Can't really answer your question----but I would be thinking that there is not much difference other than the price.


----------



## Charles Spencer (Jun 13, 2016)

I comparison shop for everything I order online.  I have noticed that Shars tends to be less expensive than Enco about 2/3 of the time (guesstimate).  But I do order from both.  I haven't noticed any difference in the quality of their import items.

I have noticed that Enco tends to have their discount codes and free shipping towards the end of the month.  So I tend to put things in my cart during the month and wait until I get free shipping and at least 15% off before I checkout.


----------



## NCjeeper (Jun 13, 2016)

I have the Shars one and has worked fine so far.


----------



## chips&more (Jun 14, 2016)

Save your money and then get a Critirion. Or, hunt one down and get a good used Critirion on fleabay…Dave.


----------



## Doubleeboy (Jun 14, 2016)

What Chips&More said.   Having used a excellent quality boring head I would build my own before I ever used that POS that I bought from China 20 years ago.  The Chinese can make okay products if they want, but they won't do it for the price they sell those heads for.  Holding tight tolerances with one is not a fun experience.  Other choices are the Wohlhaupter and French build Enco branded autofacing heads .  Been a couple decades since Enco had them for sale, but they were great as are the Wohlhaupter.  Ebay is your friend.


michael


----------



## CraigB1960 (Jun 15, 2016)

I do think it is worth saving up for a good quality boring head.  I bought a used Gamet made for Enco automatic boring head, the quality is amazing.  The new ones that Enco offer are not in the same class as this used one from Gamet.

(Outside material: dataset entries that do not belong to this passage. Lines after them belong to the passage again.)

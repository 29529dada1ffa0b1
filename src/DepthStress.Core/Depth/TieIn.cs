namespace DepthStress.Core.Depth;

/// <summary>The point from which a survey counts; above it the hole is taken as straight from the datum.</summary>
/// <param name="MeasuredDepth">Depth along the hole, m, above zero.</param>
/// <param name="TrueVerticalDepth">Depth below the datum, m, above zero and at most the measured depth.</param>
public sealed record TieIn(double MeasuredDepth, double TrueVerticalDepth)
{
    /// <summary>Inclination of the straight hole above, rad.</summary>
    public double Inclination => Math.Acos(TrueVerticalDepth / MeasuredDepth);

    /// <summary>True when the point can lie on a hole that starts at the datum.</summary>
    internal bool IsSound => double.IsFinite(MeasuredDepth) && TrueVerticalDepth > 0 && TrueVerticalDepth <= MeasuredDepth;
}
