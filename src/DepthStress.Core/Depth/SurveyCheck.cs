using System.Globalization;

namespace DepthStress.Core.Depth;

/// <summary>Finds what keeps survey stations from being used, and what the reader should know about them.</summary>
internal static class SurveyCheck
{
    /// <summary>A first station below the datum and steeper than this (rad) is noted: the hole above it is taken as vertical.</summary>
    private const double SlantLimit = Math.PI / 180;

    /// <summary>Headings as near as this (rad) to opposite ones leave the plane of the arc open.</summary>
    private const double ReversalMargin = 1e-6;

    public static void Problems(ReadOnlySpan<SurveyStation> stations, TieIn? tieIn, List<(int Station, string Problem)> problems)
    {
        if (stations.Length == 0) problems.Add((0, "found no survey station, expected one at least"));
        for (var i = 0; i < stations.Length; i++)
        {
            Values(stations[i], i, problems);
            if (i == 0) continue;
            Order(stations[i - 1].MeasuredDepth, stations[i].MeasuredDepth, i, problems);
            if (IsReversal(stations[i - 1], stations[i]))
                problems.Add((i, "found a hole that turns back on itself since the station before, expected a turn of less than 180 deg"));
        }

        if (tieIn is not null && stations.Length > 0 && stations[0].MeasuredDepth < tieIn.MeasuredDepth)
            problems.Add((0, string.Create(CultureInfo.InvariantCulture, $"found measured depth {stations[0].MeasuredDepth:G10} m above the tie-in at {tieIn.MeasuredDepth:G10} m, expected none above it")));
    }

    public static void Notes(ReadOnlySpan<SurveyStation> stations, List<(int Station, string Note)> notes)
    {
        var first = stations[0];
        if (first.MeasuredDepth > 0 && first.Inclination > SlantLimit)
        {
            notes.Add((0, string.Create(
                CultureInfo.InvariantCulture,
                $"found an inclination of {Degrees(first.Inclination)} deg at the first station, measured depth {first.MeasuredDepth:G10} m, below a hole that is taken as vertical")));
        }
    }

    private static void Values(SurveyStation station, int i, List<(int Station, string Problem)> problems)
    {
        Finite(station.MeasuredDepth, "measured depth", i, problems);
        Finite(station.Inclination, "inclination", i, problems);
        Finite(station.Azimuth, "azimuth", i, problems);
        if (i == 0 && station.MeasuredDepth < 0)
            problems.Add((i, string.Create(CultureInfo.InvariantCulture, $"found a measured depth of {station.MeasuredDepth:G10} m, expected 0 m or more")));
        if (station.Inclination is < 0 or > Math.PI)
            problems.Add((i, string.Create(CultureInfo.InvariantCulture, $"found an inclination of {Degrees(station.Inclination)} deg, expected 0 to 180 deg")));
    }

    private static void Order(double before, double here, int i, List<(int Station, string Problem)> problems)
    {
        if (here == before)
            problems.Add((i, string.Create(CultureInfo.InvariantCulture, $"found measured depth {here:G10} m equal to that of the station before ({before:G10} m), expected a greater one")));
        else if (here < before)
            problems.Add((i, string.Create(CultureInfo.InvariantCulture, $"found measured depth {here:G10} m above that of the station before ({before:G10} m), expected a greater one")));
    }

    private static bool IsReversal(SurveyStation a, SurveyStation b) =>
        SurveyArc.Angle(Heading.Of(a.Inclination, a.Azimuth), Heading.Of(b.Inclination, b.Azimuth)) > Math.PI - ReversalMargin;

    private static void Finite(double value, string name, int i, List<(int Station, string Problem)> problems)
    {
        if (!double.IsFinite(value))
            problems.Add((i, string.Create(CultureInfo.InvariantCulture, $"found the {name} {value}, expected a finite number")));
    }

    private static double Degrees(double angle) => Math.Round(angle * 180 / Math.PI, 6);
}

In my mind, there is no difference between Shar's and Enco; quality wise and they do not compare in quality to a well made, established toolmaker's offering.  Not saying they are junk, just not in the same class.  (I buy from both companies).

You can pick up very nice, high quality boring heads on eBay.  Lot's of listing for Criterion ones.

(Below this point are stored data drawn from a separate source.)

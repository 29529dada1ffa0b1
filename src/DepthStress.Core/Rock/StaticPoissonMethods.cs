using DepthStress.Core.Catalogue;
using DepthStress.Core.Logs;
using DepthStress.Core.Quantities;

namespace DepthStress.Core.Rock;

/// <summary>Catalogue entries that give static Poisson's ratio.</summary>
public static class StaticPoissonMethods
{
    /// <summary>The choice that takes the dynamic ratio.</summary>
    public static Law EqualToDynamic { get; } = new()
    {
        Id = "equal-to-dynamic",
        Title = "Static Poisson's ratio equal to the dynamic one",
        Predicts = Property.PoissonStatic,
        Unit = Units.One,
        Rocks = RockKinds.Any,
        Inputs = [new("nu_d", Property.PoissonDynamic, Units.One, new(-1, 0.5), new(0.05, 0.45))],
        Template = "nu_s = nu_d",
        Formula = LawForms.Same,
        Validity = "the sonic value is undrained; a drained value is lower, and the least stress with it",
        Source = "Zhang 2019, Applied Petroleum Geomechanics, p. 72 (data too scattered for a correlation), citing Yale and Jamieson 1994, SPE 27939",
        Standing = Standing.Confirmed,
        Example = new([0.25], 0.25, 6, ExampleBasis.Identity, "the choice itself"),
    };

    /// <summary>The entries.</summary>
    public static IReadOnlyList<Law> All { get; } = [EqualToDynamic];
}
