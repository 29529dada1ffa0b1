using System.Diagnostics.CodeAnalysis;

namespace DepthStress.Core.Depth;

/// <summary>
/// The path of the hole: vertical from the datum (measured depth 0) to the first survey station, or straight to a tie-in,
/// circular arcs between stations (minimum curvature), straight on beyond the last. Source: Taylor &amp; Mason 1972; Sawaryn &amp; Thorogood 2005,
/// SPE Drilling &amp; Completion 20:24-36. All in m and rad.
/// </summary>
public sealed class Trajectory
{
    /// <summary>A last heading whose cosine is not above this counts as not getting deeper.</summary>
    private const double Level = 1e-9;

    private static readonly TrajectoryPoint Nowhere = new(double.NaN, double.NaN, double.NaN, double.NaN, double.NaN, double.NaN, false);

    private readonly TrajectoryPoint[] _stations;
    private readonly SurveyArc[] _arcs;
    private readonly double[] _md;

    private Trajectory(TrajectoryPoint[] stations, SurveyArc[] arcs)
    {
        (_stations, _arcs) = (stations, arcs);
        _md = Array.ConvertAll(stations, s => s.MeasuredDepth);
    }

    /// <summary>A vertical hole: true vertical depth is measured depth, nowhere extrapolated.</summary>
    public static Trajectory Vertical { get; } = new([], []);

    /// <summary>Measured depth of the last survey station, m; positive infinity for a vertical hole without survey.</summary>
    public double LastStation => _md.Length == 0 ? double.PositiveInfinity : _md[^1];

    /// <summary>
    /// Builds the path, or says everything that is wrong with the stations: values that are not finite, inclination outside
    /// 0 to 180 deg, measured depth that does not grow, a first one above the datum, a turn of 180 deg, no station at all.
    /// </summary>
    /// <param name="stations">The survey from top to bottom; azimuth may be any angle.</param>
    /// <param name="trajectory">The path, null when there is a problem.</param>
    /// <param name="problems">Gets what is wrong, by index of the station from 0.</param>
    /// <param name="notes">Gets what the reader should know although the path stands, likewise.</param>
    public static bool TryCreate(
        ReadOnlySpan<SurveyStation> stations,
        [NotNullWhen(true)] out Trajectory? trajectory,
        List<(int Station, string Problem)> problems,
        List<(int Station, string Note)> notes) => TryCreate(stations, null, out trajectory, problems, notes);

    /// <summary>The same for a survey that counts from a tie-in; a station above the tie-in is a problem.</summary>
    /// <param name="stations">The survey from top to bottom; azimuth may be any angle.</param>
    /// <param name="tieIn">The point from which the survey counts, or null: then the hole above the first station is vertical.</param>
    /// <param name="trajectory">The path, null when there is a problem.</param>
    /// <param name="problems">Gets what is wrong, by index of the station from 0.</param>
    /// <param name="notes">Gets what the reader should know although the path stands, likewise.</param>
    /// <exception cref="ArgumentException">The tie-in is not below the datum, or deeper vertically than along the hole.</exception>
    public static bool TryCreate(
        ReadOnlySpan<SurveyStation> stations,
        TieIn? tieIn,
        [NotNullWhen(true)] out Trajectory? trajectory,
        List<(int Station, string Problem)> problems,
        List<(int Station, string Note)> notes)
    {
        if (tieIn is { IsSound: false }) throw new ArgumentException("a tie-in lies below the datum and no deeper vertically than along the hole", nameof(tieIn));
        ArgumentNullException.ThrowIfNull(problems);
        ArgumentNullException.ThrowIfNull(notes);
        trajectory = null;
        var before = problems.Count;
        SurveyCheck.Problems(stations, tieIn, problems);
        if (problems.Count > before) return false;
        if (tieIn is null) SurveyCheck.Notes(stations, notes);
        var (points, arcs) = tieIn is null ? SurveyPath.Join(stations) : SurveyPath.Join(stations, tieIn);
        trajectory = new(points, arcs);
        return true;
    }

    /// <summary>
    /// A path through points of known vertical depth, straight from the datum to the first, between them, and on below the last.
    /// Its direction is not known: azimuths are zero and mean nothing.
    /// </summary>
    /// <param name="md">Measured depths, m, increasing and above zero.</param>
    /// <param name="tvd">True vertical depths there, m.</param>
    /// <exception cref="ArgumentException">There is no point, the lengths differ, or measured depths do not increase from zero.</exception>
    public static Trajectory Follow(ReadOnlySpan<double> md, ReadOnlySpan<double> tvd)
    {
        if (md.Length == 0) throw new ArgumentException("it is empty", nameof(md));
        if (tvd.Length != md.Length) throw new ArgumentException("its length differs from that of md", nameof(tvd));
        for (var i = 0; i < md.Length; i++)
        {
            if (!(md[i] > (i == 0 ? 0 : md[i - 1]))) throw new ArgumentException("it does not increase from zero", nameof(md));
        }

        var (points, arcs) = SurveyPath.Follow(md, tvd);
        return new(points, arcs);
    }

    /// <summary>The point at a measured depth, m. A depth that is not finite gives a point that is NaN throughout.</summary>
    public TrajectoryPoint At(double md)
    {
        if (!double.IsFinite(md)) return Nowhere;
        return Near(StationAbove(md), md);
    }

    /// <summary>
    /// True vertical depth, inclination and azimuth at many measured depths, equal to those of <see cref="At"/>. NaN in gives NaN out.
    /// One pass over samples and stations when the depths grow; right in any order.
    /// </summary>
    /// <param name="md">Measured depths, m.</param>
    /// <param name="tvd">Gets the true vertical depths, m.</param>
    /// <param name="inclination">Gets the inclinations, rad.</param>
    /// <param name="azimuth">Gets the azimuths, rad.</param>
    /// <exception cref="ArgumentException">The lengths differ.</exception>
    public void Fill(ReadOnlySpan<double> md, Span<double> tvd, Span<double> inclination, Span<double> azimuth)
    {
        if (tvd.Length != md.Length) throw new ArgumentException("its length differs from that of md", nameof(tvd));
        if (inclination.Length != md.Length) throw new ArgumentException("its length differs from that of md", nameof(inclination));
        if (azimuth.Length != md.Length) throw new ArgumentException("its length differs from that of md", nameof(azimuth));
        var i = -1;
        for (var k = 0; k < md.Length; k++)
        {
            var depth = md[k];
            if (i >= 0 && depth < _md[i]) i = StationAbove(depth);
            while (i + 1 < _md.Length && _md[i + 1] <= depth) i++;
            var point = double.IsFinite(depth) ? Near(i, depth) : Nowhere;
            (tvd[k], inclination[k], azimuth[k]) = (point.TrueVerticalDepth, point.Inclination, point.Azimuth);
        }
    }

    /// <summary>
    /// The first measured depth, m, at which the hole reaches a true vertical depth, m; NaN when it never does. Beyond the
    /// last station the hole goes straight on; a level or climbing one gets no deeper.
    /// </summary>
    public double MeasuredDepthAt(double tvd)
    {
        if (!double.IsFinite(tvd)) return double.NaN;
        if (_stations.Length == 0 || tvd <= _stations[0].TrueVerticalDepth) return tvd;
        for (var i = 0; i + 1 < _stations.Length; i++)
        {
            var along = _arcs[i].AlongAtDepth(tvd - _stations[i].TrueVerticalDepth);
            if (double.IsFinite(along)) return _md[i] + along;
            if (tvd <= _stations[i + 1].TrueVerticalDepth) return _md[i + 1];
        }

        var down = _arcs[^1].Start.Down;
        return down > Level ? _md[^1] + ((tvd - _stations[^1].TrueVerticalDepth) / down) : double.NaN;
    }

    /// <summary>The point at a finite measured depth at or below a station and above the next; -1 is above the first.</summary>
    private TrajectoryPoint Near(int station, double md)
    {
        if (station < 0) return new(md, md, 0, 0, 0, 0, false);
        var start = _stations[station];
        var along = md - start.MeasuredDepth;
        if (along == 0) return start;
        var heading = _arcs[station].HeadingAt(along);
        var moved = _arcs[station].Displacement(along, heading);
        return new(
            md, start.TrueVerticalDepth + moved.Down, start.North + moved.North, start.East + moved.East,
            heading.Inclination, heading.Azimuth, station == _stations.Length - 1);
    }

    /// <summary>Index of the last station at or above a measured depth; -1 above the first.</summary>
    private int StationAbove(double md)
    {
        var i = Array.BinarySearch(_md, md);
        return i >= 0 ? i : ~i - 1;
    }
}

Today only, Enco has a 20% discount....20WDS code.


----------



## mksj (Jun 15, 2016)

Can't comment on those two boring heads, most of the cheaper knock-offs are pretty sloppy, but if you only use it occasionally, then probably ok. I have purchased a number of mill items from both Enco and Shars, and the recent Shars tooling has been better made  from my perspective. The most recent was an R-8 ER40 arbor, all nickle plated, smooth nut, low TIR. their collets where of similar quality. Enco also carries the APT boring heads, but some recent reviews have not been favorable.  Zlive also carries various tooling/boring heads, maybe a bit better than Interstate, but it varies on their stuff. If you buy cheap, you get cheap for the most part.  They all have return policies if not satisfied. I was able to score a new 2" Criterion boring head kit from eBay that was about 60% off list, works very smoothly. I also added some of Mesa Tool boring attachment for the head to bore larger holes.
http://www.mesatool.com/products/boring-head-attachments/


----------



## calstar (Jun 15, 2016)

Since I'm not in a rush I'll  start looking for used quality, there are a lot of used Criterions on ebay now, hoping a good deal turns up.

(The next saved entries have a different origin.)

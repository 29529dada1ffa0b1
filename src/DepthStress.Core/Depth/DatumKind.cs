namespace DepthStress.Core.Depth;

/// <summary>The surface at which measured and true vertical depth are zero.</summary>
public enum DatumKind
{
    /// <summary>The rotary table (or kelly bushing, or drill floor).</summary>
    RotaryTable,

    /// <summary>The ground at the well.</summary>
    Ground,

    /// <summary>Mean sea level.</summary>
    SeaLevel,
}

Thanks all for the input,  Brian


----------



## talvare (Jun 15, 2016)

I have purchased a few items from Shars and a few Interstate brand items from Enco. What I've experienced is that for the most part, they are acceptable, not great, just acceptable. I've also found that the quality is inconsistent. I have  returned a couple of items to Shars because they were unacceptable to me.  A couple of years ago I picked up a like new Criterion on eBay for about half of what a new one sells for and I've been really happy with it. If I were doing it again, I'd do the same thing and look for a nice used boring head.
Ted


----------



## chips&more (Jun 16, 2016)

Got to thinking. Bridgeport has made a #1 and #2 boring head that are well made and have severed me well. I especially like the big easy to read graduations on their dials. Don’t know what shanks you need? The Bridgeport R8 shanks can be unscrewed and changed. The #1 is at the top in the pic…Dave.


----------



## BGHansen (Jun 16, 2016)

I have an Enco 2" boring head purchased around 30 years ago.  I recall paying around $100 for it back then.  I can't speak to what's being sold now, but am very happy with my Enco.  I have purchased many small items from both Enco and Shars.  Stuff like end mills, boring bars, inserts, drill chucks, etc.  I've never had a problem with either one of them.

Bruce


----------



## 4GSR (Jun 16, 2016)

The Bridgeport boring head has a different thread.  I let mine go several years ago, but it seams like the thread was something like 1-7/16-16 or 20 thread.  It's not the common 1-1/2-18 thread found on most.

I've bought two used Criterion boring heads in the past that turned out to be damaged. Both have been in a wreck and the integral gib separated from the housing. This is real easy to do if taking too big of a cut or if you run the boring head into something solid.  I plan on making a new gib to take the place of the damaged one in the future.  Right now, I have too many projects to finish before messing with the boring head.

As for the import boring heads I have both a 2" and 3".  I've gone in and given both a "tune up" to make them a little smoother in operation.  They work for most of the things I have a need for.  And if I really want to get fussy, I'll pull out one of my Chandler boring heads and use.


----------



## Andre (Jun 16, 2016)

I built my own boring head 

I was emailing Shars about a dial indicator I have from them, although it was out of warranty they were very nice and professional. You get what you pay for when it comes to import tooling, generally it's serviceable but no import tool is as enjoyable to use as a real quality item.


----------